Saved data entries
···
//! Colours of every drawing (SVG, screen, PNG): `Colouring`, the Okabe-Ito order colours
//! (Okabe & Ito 2008), the flow ramp, and `colour_scheme` / `palette_rgb` for the page.

use serde::{Deserialize, Serialize};

/// How segments are coloured.
#[derive(Clone, Copy, Debug, PartialEq, Eq, Serialize, Deserialize)]
#[serde(rename_all = "snake_case")]
pub enum Colouring {
    /// By Strahler order, with colours from the colour-blind-safe palette of Okabe & Ito (2008).
    ByOrder,
    /// By the logarithm of flow, on a ramp whose lightness falls steadily from low to high flow.
    ByFlow,
    /// Every segment dark grey.
    Plain,
}

impl Colouring {
    /// The colouring named `order`, `flow` or `plain` (the page's and the command line's words).
    pub fn from_name(name: &str) -> Option<Colouring> {
        match name {
            "order" => Some(Colouring::ByOrder),
            "flow" => Some(Colouring::ByFlow),
            "plain" => Some(Colouring::Plain),
            _ => None,
        }
    }
}

/// Text and outline colour.
pub const TEXT: &str = "#222222";

/// Fill of root markers.
pub const ROOT_FILL: &str = "#ffffff";

/// Colour of `Colouring::Plain`.
pub const PLAIN: &str = "#404040";

/// Strahler orders 1, 2, ... in colours of Okabe & Ito (2008), "Color Universal Design";
/// yellow is left out as it is too faint on white. Orders past the end use the last colour.
pub const ORDER_COLOURS: [&str; 7] = [
    "#56b4e9", // sky blue
    "#009e73", // bluish green
    "#e69f00", // orange
    "#0072b2", // blue
    "#d55e00", // vermilion
    "#cc79a7", // reddish purple
    "#000000", // black
];

/// The colour of Strahler order `order` (orders below 1 count as 1).
pub fn order_colour(order: u32) -> &'static str {
    let index = (order.max(1) - 1) as usize;
    ORDER_COLOURS[index.min(ORDER_COLOURS.len() - 1)]
}

/// The flow ramp at `t` in [0, 1] (0 = least flow): a path through the OKLab colour space
/// (Ottosson 2020) whose lightness falls linearly from 0.87 to 0.30 while the hue turns from
/// yellow-green through teal to blue, so light thin veinlets recede and dark trunks stand out.
pub fn flow_colour(t: f64) -> String {
    let t = if t.is_finite() {
        t.clamp(0.0, 1.0)
    } else {
        0.0
    };
    let lightness = 0.87 - 0.57 * t;
    let hue = (110.0 + 165.0 * t).to_radians();
    let mut chroma = 0.09 + 0.05 * libm::sin(std::f64::consts::PI * t);
    let mut rgb = oklab_to_linear_srgb(lightness, chroma * libm::cos(hue), chroma * libm::sin(hue));
    // Pull chroma in until the colour lies inside the sRGB gamut.
    for _ in 0..40 {
        if rgb.iter().all(|&channel| (0.0..=1.0).contains(&channel)) {
            break;
        }
        chroma *= 0.9;
        rgb = oklab_to_linear_srgb(lightness, chroma * libm::cos(hue), chroma * libm::sin(hue));
    }
    let [red, green, blue] = rgb.map(|channel| {
        let channel = channel.clamp(0.0, 1.0);
        let encoded = if channel <= 0.003_130_8 {
            12.92 * channel
        } else {
            1.055 * libm::pow(channel, 1.0 / 2.4) - 0.055
        };
        libm::round(encoded.clamp(0.0, 1.0) * 255.0) as u8
    });
    format!("#{red:02x}{green:02x}{blue:02x}")
}

/// OKLab to linear sRGB (Ottosson 2020, "A perceptual color space for image processing").
pub fn oklab_to_linear_srgb(lightness: f64, a: f64, b: f64) -> [f64; 3] {
    let l = lightness + 0.396_337_777_4 * a + 0.215_803_757_3 * b;
    let m = lightness - 0.105_561_345_8 * a - 0.063_854_172_8 * b;
    let s = lightness - 0.089_484_177_5 * a - 1.291_485_548_0 * b;
    let (l, m, s) = (l * l * l, m * m * m, s * s * s);
    [
        4.076_741_662_1 * l - 3.307_711_591_3 * m + 0.230_969_929_2 * s,
        -1.268_438_004_6 * l + 2.609_757_401_1 * m - 0.341_319_396_5 * s,
        -0.004_196_086_3 * l - 0.703_418_614_7 * m + 1.707_614_701_0 * s,
    ]
}

/// Number of steps of the flow ramp handed to the page.
pub const FLOW_RAMP_STEPS: usize = 32;

/// The colours the page draws with, the same as the SVG's, so screen and export agree.
#[derive(Clone, Debug, PartialEq, serde::Serialize)]
pub struct ColourScheme {
    /// Strahler orders 1, 2, ...; orders past the end use the last colour.
    pub order: Vec<&'static str>,
    /// The flow ramp sampled at `FLOW_RAMP_STEPS` evenly spaced points from least to most flow
    /// (position from the logarithm of flow between the smallest and largest positive flow).
    pub flow: Vec<String>,
    /// Colour of plain drawing.
    pub plain: &'static str,
    /// Fill and ring of a root marker (as the SVG export draws it).
    pub root_fill: &'static str,
    /// Ring of a root marker.
    pub root_ring: &'static str,
}

/// The page's colours.
pub fn colour_scheme() -> ColourScheme {
    ColourScheme {
        order: ORDER_COLOURS.to_vec(),
        flow: (0..FLOW_RAMP_STEPS)
            .map(|step| flow_colour(step as f64 / (FLOW_RAMP_STEPS - 1) as f64))
            .collect(),
        plain: PLAIN,
        root_fill: ROOT_FILL,
        root_ring: TEXT,
    }
}

/// The palette of a colouring as RGB: the order colours, the flow ramp's `FLOW_RAMP_STEPS`
/// steps, or the one plain colour. Palette indices of `screen::ScreenGeometry` point into it.
pub fn palette_rgb(colouring: Colouring) -> Vec<[u8; 3]> {
    let scheme = colour_scheme();
    let hex: Vec<String> = match colouring {
        Colouring::ByOrder => scheme
            .order
            .iter()
            .map(|colour| colour.to_string())
            .collect(),
        Colouring::ByFlow => scheme.flow,
        Colouring::Plain => vec![scheme.plain.to_string()],
    };
    hex.iter().map(|text| parse_hex(text)).collect()
}

/// `#rrggbb` as three bytes (black when malformed).
pub fn parse_hex(text: &str) -> [u8; 3] {
    let value = u32::from_str_radix(text.trim_start_matches('#'), 16).unwrap_or(0);
    [(value >> 16) as u8, (value >> 8) as u8, value as u8]
}

#[cfg(test)]
mod tests {
    use super::*;

    /// Relative luminance (WCAG 2.0, "relative luminance" definition) of a `#rrggbb` colour.
    fn relative_luminance(colour: &str) -> f64 {
        let channel = |offset: usize| {
            let value = u8::from_str_radix(&colour[offset..offset + 2], 16).unwrap() as f64 / 255.0;
            if value <= 0.04045 {
                value / 12.92
            } else {
                ((value + 0.055) / 1.055).powf(2.4)
            }
        };
        0.2126 * channel(1) + 0.7152 * channel(3) + 0.0722 * channel(5)
    }

    #[test]
    fn flow_ramp_darkens_steadily() {
        let mut previous = f64::INFINITY;
        for step in 0..=20 {
            let colour = flow_colour(step as f64 / 20.0);
            let luminance = relative_luminance(&colour);
            assert!(luminance < previous, "step {step}: {colour} is not darker");
            previous = luminance;
        }
    }

    /// Okabe & Ito (2008): sky blue is (86, 180, 233), vermilion (213, 94, 0).
    #[test]
    fn palettes_come_as_bytes() {
        let order = palette_rgb(Colouring::ByOrder);
        assert_eq!(order[0], [86, 180, 233]);
        assert_eq!(order[4], [213, 94, 0]);
        assert_eq!(palette_rgb(Colouring::ByFlow).len(), FLOW_RAMP_STEPS);
        assert_eq!(palette_rgb(Colouring::Plain), vec![[0x40, 0x40, 0x40]]);
        assert_eq!(Colouring::from_name("flow"), Some(Colouring::ByFlow));
        assert_eq!(Colouring::from_name("Flow"), None);
    }
}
···
Activity: Review the entries above and return every line where "PartialEq" appears.

Reply:
#[derive(Clone, Copy, Debug, PartialEq, Eq, Serialize, Deserialize)]
#[derive(Clone, Debug, PartialEq, serde::Serialize)]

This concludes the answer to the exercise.